Nacido en Juazeiro, estado de Bahía, de joven emigró a Río de Janeiro, donde junto a Tom Jobim y Vinicius de Moraes crearon aquel nuevo estilo de música que fusiona samba y jazz. Lo bautizaron nueva ola. El cantante y guitarrista concluyó en 1957 el trío de discos con los que la bossa nova se presentó al mundo, Chega de saudade (1959), O amor, o sorriso e a flor (1960), y João Gilberto (1961).

João Gilberto, el hombre que revolucionó la música brasileña con la invención de la bossa nova
João Gilberto, el hombre que revolucionó la música brasileña con la invención de la bossa nova
(Foto: Especial)

De acuerdo con EL PAÍS, Gilberto llevaba muchos años apartado de los focos, carcomido por las deudas, con problemas familiares. El pasado marzo ganó un pleito por los derechos de autor de sus primeros discos por el que según una juez le debían pagar 40 millones de euros en royalties atrasados. No recibía a nadie en su casa, excepto a algunos miembros de su familia, no daba entrevistas ni actuaba en escenarios. En 2017, su hija, la también cantante Bebel Gilberto, comenzó a mover un proceso para privar a su padre de derechos civiles. El motivo era su precaria situación financiera: incluso fue desalojado del apartamento donde vivía en Río de Janeiro.

Con su interpretación de Chega de Saudade, compuesta por Jobim y Mraoes, dio inicio a una revolución que sacudiría la música brasileña y mundial. Sin aquel disco, Caetano Veloso, Gilberto Gi, Chico Buarque y muchos otros no existirían. Gilberto fue siempre un perfeccionista y un sufridor nato: “Mi imagen de João Gilberto es la de un quijote que lucha por afinar un universo inevitablemente desafinado”, afirmó Zuza Man de Mello, cronista musical y amigo personal del cantante.

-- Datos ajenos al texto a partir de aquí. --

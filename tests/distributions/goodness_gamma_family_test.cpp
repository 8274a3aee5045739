// The laws built on gamma variates, and truncated_normal, inverse_gaussian and von_mises, against
// the distribution functions of Boost.Math: a million draws at four parameter sets or more of each
// law, a quarter of that at the others; and planted faults.

#include "distributions/law_report.hpp"
#include "support/alarm_budget.hpp"
#include "support/sanitized.hpp"
#include "support/seeds.hpp"

#include "leat/distributions/beta.hpp"
#include "leat/distributions/chi_squared.hpp"
#include "leat/distributions/erlang.hpp"
#include "leat/distributions/fisher_f.hpp"
#include "leat/distributions/inverse_gaussian.hpp"
#include "leat/distributions/student_t.hpp"
#include "leat/distributions/truncated_normal.hpp"
#include "leat/distributions/von_mises.hpp"

#include <boost/math/distributions/beta.hpp>
#include <boost/math/distributions/chi_squared.hpp>
#include <boost/math/distributions/fisher_f.hpp>
#include <boost/math/distributions/gamma.hpp>
#include <boost/math/distributions/inverse_gaussian.hpp>
#include <boost/math/distributions/normal.hpp>
#include <boost/math/distributions/students_t.hpp>
#include <boost/math/special_functions/bessel.hpp>
#include <gtest/gtest.h>

#include <cmath>
#include <limits>

namespace {

using namespace leat_test;

constexpr int many = sanitized ? 200000 : 1000000;
constexpr int fewer = many / 4;
constexpr int few = 100000; // enough to see a planted fault
constexpr double infinity = std::numeric_limits<double>::infinity();

template <class Law>
std::vector<double> drawn(const std::string& name, const Law& law, int n = many) {
    auto g = source_of_this_test().stream(name); // one sample a name
    return draw_values(law, n, g);
}

/// Kolmogorov-Smirnov, mean and variance: for references whose kurtosis exists.
template <class Law, class Reference>
void check_law(const std::string& name, const Law& law, const Reference& reference, int n = many) {
    auto x = drawn(name, law, n);
    check(law_report(name, x, reference));
}

/// Kolmogorov-Smirnov of f(x), f increasing: for references without moments, and where x itself
/// is out of the range of what Boost.Math computes.
template <class Law, class Cdf>
void check_distances(const std::string& name, const Law& law, Cdf cdf, int n = many) {
    auto x = drawn(name, law, n);
    check(kolmogorov_smirnov_test(name + ", Kolmogorov-Smirnov", x, cdf));
}

template <class Reference>
auto cdf_of(const Reference& reference) {
    return [reference](double x) { return cdf(reference, x); };
}

TEST(LawGoodness, ChiSquared) { // every shape of detail/unit_gamma.hpp
    using reference = boost::math::chi_squared_distribution<double, in_double>;
    for (const double k : {0.3, 1.0, 3.0, 5.0}) {
        check_law(std::to_string(k), leat::chi_squared{k}, reference(k));
    }
    for (const double k : {1.7, 2.0, 2.5, 4.0, 1000.0}) {
        check_law(std::to_string(k), leat::chi_squared{k}, reference(k), fewer);
    }
    check_law("float", leat::chi_squared<float>{7}, reference(7), fewer);
    // z = (X - k) / sqrt(2 k) is normal to 1e-6 (the first Edgeworth term).
    check_distances("1e12", leat::chi_squared{1e12}, [](double x) {
        return cdf(boost::math::normal_distribution<double, in_double>(1e12, std::sqrt(2e12)), x);
    });
}

TEST(LawGoodness, Erlang) {
    using reference = boost::math::gamma_distribution<double, in_double>;
    check_law("1", leat::erlang{1, 0.25}, reference(1, 4));
    check_law("2", leat::erlang{2, 3}, reference(2, 1.0 / 3));
    check_law("3", leat::erlang{3, 1}, reference(3, 1));
    check_law("20", leat::erlang{20, 1e-3}, reference(20, 1e3));
    check_law("10000", leat::erlang{10000, 2}, reference(10000, 0.5), fewer);
    check_law("float", leat::erlang<float>{5, 2}, reference(5, 0.5), fewer);
}

TEST(LawGoodness, StudentT) {
    using reference = boost::math::students_t_distribution<double, in_double>;
    for (const double k : {0.2, 1.0, 3.0}) {
        check_distances(std::to_string(k), leat::student_t{k}, cdf_of(reference(k)));
    }
    for (const double k : {1.5, 2.0, 4.0}) {
        check_distances(std::to_string(k), leat::student_t{k}, cdf_of(reference(k)), fewer);
    }
    check_law("7", leat::student_t{7}, reference(7));
    check_law("30", leat::student_t{30}, reference(30), fewer);
    check_law("1e6", leat::student_t{1e6}, reference(1e6), fewer);
    check_distances("1e300", leat::student_t{1e300},
                    cdf_of(boost::math::normal_distribution<double, in_double>()), fewer);
    check_law("float", leat::student_t<float>{7}, reference(7), fewer);
}

TEST(LawGoodness, FisherF) {
    using reference = boost::math::fisher_f_distribution<double, in_double>;
    const auto check_pair = [](double d1, double d2, int n) {
        check_distances(std::to_string(d1) + "," + std::to_string(d2), leat::fisher_f{d1, d2},
                        cdf_of(reference(d1, d2)), n);
    };
    check_pair(0.4, 0.6, many);
    check_pair(1, 2, many);
    check_pair(2, 7, many);
    check_pair(1, 1, fewer);
    check_pair(0.5, 3, fewer);
    check_pair(3, 0.7, fewer);
    check_pair(1e5, 3, fewer);
    check_law("5, 40", leat::fisher_f{5, 40}, reference(5, 40));
    check_law("50, 200", leat::fisher_f{50, 200}, reference(50, 200), fewer);
    check_law("float", leat::fisher_f<float>{6, 60}, reference(6, 60), fewer);
}

TEST(LawGoodness, Beta) { // by region
    using reference = boost::math::beta_distribution<double, in_double>;
    const auto check_pair = [](double a, double b, int n) {
        check_law(std::to_string(a) + "," + std::to_string(b), leat::beta{a, b}, reference(a, b),
                  n);
    };
    check_pair(0.2, 1, many);
    check_pair(1, 4, fewer);
    check_pair(1, 1, fewer);
    check_pair(0.3, 0.4, many); // Johnk
    check_pair(0.05, 0.9, fewer);
    check_pair(2, 3, many); // gammas
    check_pair(0.5, 0.5, fewer);
    check_pair(1.5, 0.5, fewer);
    check_pair(300, 70, fewer);
    check_pair(1e5, 2, fewer);
    check_pair(0.3, 5, many); // boosted gammas
    check_pair(6, 0.6, fewer);
    check_pair(0.7, 0.8, fewer);
    check_law("float", leat::beta<float>{2, 3}, reference(2, 3), fewer);
    // Tiny shapes: so many draws are given as an end of the range that counts must do.
    const auto tiny = drawn("tiny", leat::beta{1e-3, 3e-3});
    const boost::math::beta_distribution<double, in_double> law(1e-3, 3e-3);
    for (const double point : {1e-300, 1e-30, 1e-3, 0.5, 1 - 1e-9}) {
        const auto below =
            std::count_if(tiny.begin(), tiny.end(), [point](double x) { return x <= point; });
        check(count_test("below " + std::to_string(point), static_cast<std::uint64_t>(below),
                         tiny.size(), cdf(law, point)));
    }
}

TEST(LawGoodness, InverseGaussian) {
    using reference = boost::math::inverse_gaussian_distribution<double, in_double>;
    check_law("1, 1", leat::inverse_gaussian{1, 1}, reference(1, 1));
    check_law("3, 50", leat::inverse_gaussian{3, 50}, reference(3, 50));
    check_law("2, 0.1", leat::inverse_gaussian{2, 0.1}, reference(2, 0.1));
    check_law("1e-3, 4e3", leat::inverse_gaussian{1e-3, 4}, reference(1e-3, 4));
    check_law("float", leat::inverse_gaussian<float>{3, 50}, reference(3, 50), fewer);
    // mean to infinity: 1 / z^2 (by definition of the first passage without drift)
    const auto squared_reciprocal = [](double x) { return std::erfc(1 / std::sqrt(2 * x)); };
    check_distances("1e20, 1", leat::inverse_gaussian{1e20, 1}, squared_reciprocal, fewer);
    check_distances("1e200, 1", leat::inverse_gaussian{1e200, 1}, squared_reciprocal, fewer);
}

/// P(a < Z < x) / P(a < Z < b) from the ends' tails.
auto truncated_cdf(double a, double b) {
    return [a, b](double x) {
        const double root = std::sqrt(0.5);
        if (a > 0) {
            const double tail = std::erfc(a * root);
            return (tail - std::erfc(x * root)) / (tail - std::erfc(b * root));
        }
        const double tail = std::erfc(-a * root);
        return (std::erfc(-x * root) - tail) / (std::erfc(-b * root) - tail);
    };
}

TEST(LawGoodness, TruncatedNormal) {
    int sets = 0;
    for (const auto& [a, b] : {std::pair{-1.0, 1.0}, // each method and side of each bound
                               {-1.5, 1.0},
                               {-0.01, 2.1},
                               {-infinity, 0.1},
                               {-8.0, infinity},
                               {0.0, infinity},
                               {0.2, 1.3},
                               {0.2, 1.1},
                               {0.3, infinity},
                               {0.3, 1.3},
                               {0.3, 1.0},
                               {-2.0, -0.5},
                               {-infinity, -6.0},
                               {2.0, 2.3},
                               {20.0, 20.2},
                               {35.0, infinity}}) {
        const std::string name = std::to_string(a) + "," + std::to_string(b);
        check_distances(name, leat::truncated_normal{0, 1, a, b}, truncated_cdf(a, b),
                        ++sets % 3 == 1 ? many : fewer);
    }
    check_distances("moved", leat::truncated_normal{10, 4, 12, 30},
                    [](double x) { return truncated_cdf(0.5, 5)((x - 10) / 4); });
    check_distances("float", leat::truncated_normal<float>{0, 1, 0.5, 3}, truncated_cdf(0.5, 3),
                    fewer);
    // 40 sd out Mills' ratio is 1 / (a + 1 / (a + 2 / (a + ...))) (Abramowitz and Stegun 26.2.14).
    const auto mills = [](double a) {
        double fraction = a;
        for (int n = 60; n >= 1; --n) {
            fraction = a + n / fraction;
        }
        return 1 / fraction;
    };
    check_distances("40 sd", leat::truncated_normal{0, 1, -infinity, -40}, [&](double x) {
        return mills(-x) / mills(40) * std::exp(-(-x - 40) * (-x + 40) / 2);
    });
    // 1e-9 sd wide the density is even to 1e-9.
    check_distances("narrow", leat::truncated_normal{0, 1e9, 1e9, 1e9 + 1},
                    [](double x) { return x - 1e9; });
}

/// The distribution function of a von Mises law of mean 0, summed from its Fourier series (N. I.
/// Fisher, Statistical Analysis of Circular Data, 1993, 3.3.6) with Boost.Math's Bessel functions.
class fourier_von_mises {
public:
    explicit fourier_von_mises(double concentration) {
        const double none = boost::math::cyl_bessel_i(0, concentration);
        for (int j = 1; j <= 60; ++j) {
            ratio_.push_back(boost::math::cyl_bessel_i(j, concentration) / none / j);
        }
    }
    double operator()(double x) const {
        double sum = x / 2;
        for (std::size_t j = 0; j < ratio_.size(); ++j) {
            sum += ratio_[j] * std::sin(static_cast<double>(j + 1) * x);
        }
        return 0.5 + sum / M_PI;
    }
    /// The variance: the integral of x^2 against the same series.
    double variance() const {
        double sum = M_PI * M_PI / 3;
        for (std::size_t j = 0; j < ratio_.size(); ++j) {
            sum += (j % 2 == 0 ? -4 : 4) * ratio_[j] / static_cast<double>(j + 1);
        }
        return sum;
    }

private:
    std::vector<double> ratio_;
};

TEST(LawGoodness, VonMises) {
    for (const double concentration : {0.0, 1e-12, 0.2, 1.0, 4.0, 30.0}) {
        const fourier_von_mises reference(concentration);
        check_distances(std::to_string(concentration), leat::von_mises{0, concentration}, reference,
                        concentration < 1e-6 ? fewer : many);
        EXPECT_NEAR((leat::von_mises{2, concentration}.variance()), reference.variance(), 1e-12);
    }
    const fourier_von_mises reference(2);
    check_distances(
        "moved", leat::von_mises{3, 2}, [&](double x) { return reference(x - 3); }, fewer);
    check_distances("float", leat::von_mises<float>{0, 2}, reference, fewer);
    // Concentrations k so large that the law is normal with variance 1 / k to one part in k.
    for (const double k : {1e8, 1e12, 1e20, 1e200}) {
        const boost::math::normal_distribution<double, in_double> normal(0, 1 / std::sqrt(k));
        check_distances("narrow " + std::to_string(std::log10(k)), leat::von_mises{0, k},
                        cdf_of(normal), fewer);
        EXPECT_NEAR((leat::von_mises{0, k}.variance()) * k, 1, 1e-7);
    }
}

// Michael, Schucany and Haas 1976 as published, and with its two roots swapped.
std::vector<outcome> report_two_roots(bool swapped) {
    auto g = source_of_this_test().stream();
    const auto published = [swapped](leat::stream& words) {
        constexpr double mean = 2;
        constexpr double shape = 3;
        const double z = leat::detail::standard_normal(words);
        const double y = mean * z * z;
        const double root = mean + mean / (2 * shape) * (y - std::sqrt(4 * shape * y + y * y));
        const bool first = leat::unit(words) <= mean / (mean + root);
        return first != swapped ? root : mean * mean / root;
    };
    auto x = draw_values(published, few, g);
    return law_report("two roots", x,
                      boost::math::inverse_gaussian_distribution<double, in_double>(2, 3));
}

TEST(PlantedFaults, InverseGaussianAsPublishedPasses) { check(report_two_roots(false)); }

TEST(PlantedFaults, InverseGaussianWithItsRootsSwappedIsRejected) {
    EXPECT_TRUE(is_rejected(report_two_roots(true)));
}

// A truncated normal clamped to its interval instead of drawn inside it.
TEST(PlantedFaults, ClampedNormalIsRejected) {
    auto g = source_of_this_test().stream();
    const auto clamped = [](leat::stream& words) {
        return std::clamp(leat::detail::standard_normal(words), -1.0, 1.0);
    };
    auto x = draw_values(clamped, few, g);
    EXPECT_TRUE(is_rejected({kolmogorov_smirnov_test("clamped", x, truncated_cdf(-1, 1))}));
}

} // namespace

Gilberto comenzó de muy joven a cantar música que escuchaba por la radio en la plaza de su pueblo antes de mudarse a Salvador de Bahía con intención de vivir de su pasión, según relata el diario carioca O Globo. Más tarde se instalaría en Río de Janeiro como cantante de un grupo llamados Garotos da Lua (Chicos de la luna). Aquello no funcionó y abandonó la ciudad, entonces la capital de Brasil, en busca de nuevos rumbos donde triunfar. Durante seis meses que pasó en casa de una de sus hermanas en Diamantina (Minas Gerais) salió poco a la calle, fue parco en palabras pero pasó las noches probando nuevos ritmos con la guitarra. Ritmos que acabaron siendo revolucionarios.

Tenía 26 años cuando regresó a Río de Janeiro en 1957 para, como afirmó Tom Jobim, influir a “toda una generación de arreglistas, guitarristas, músicos y cantantes”.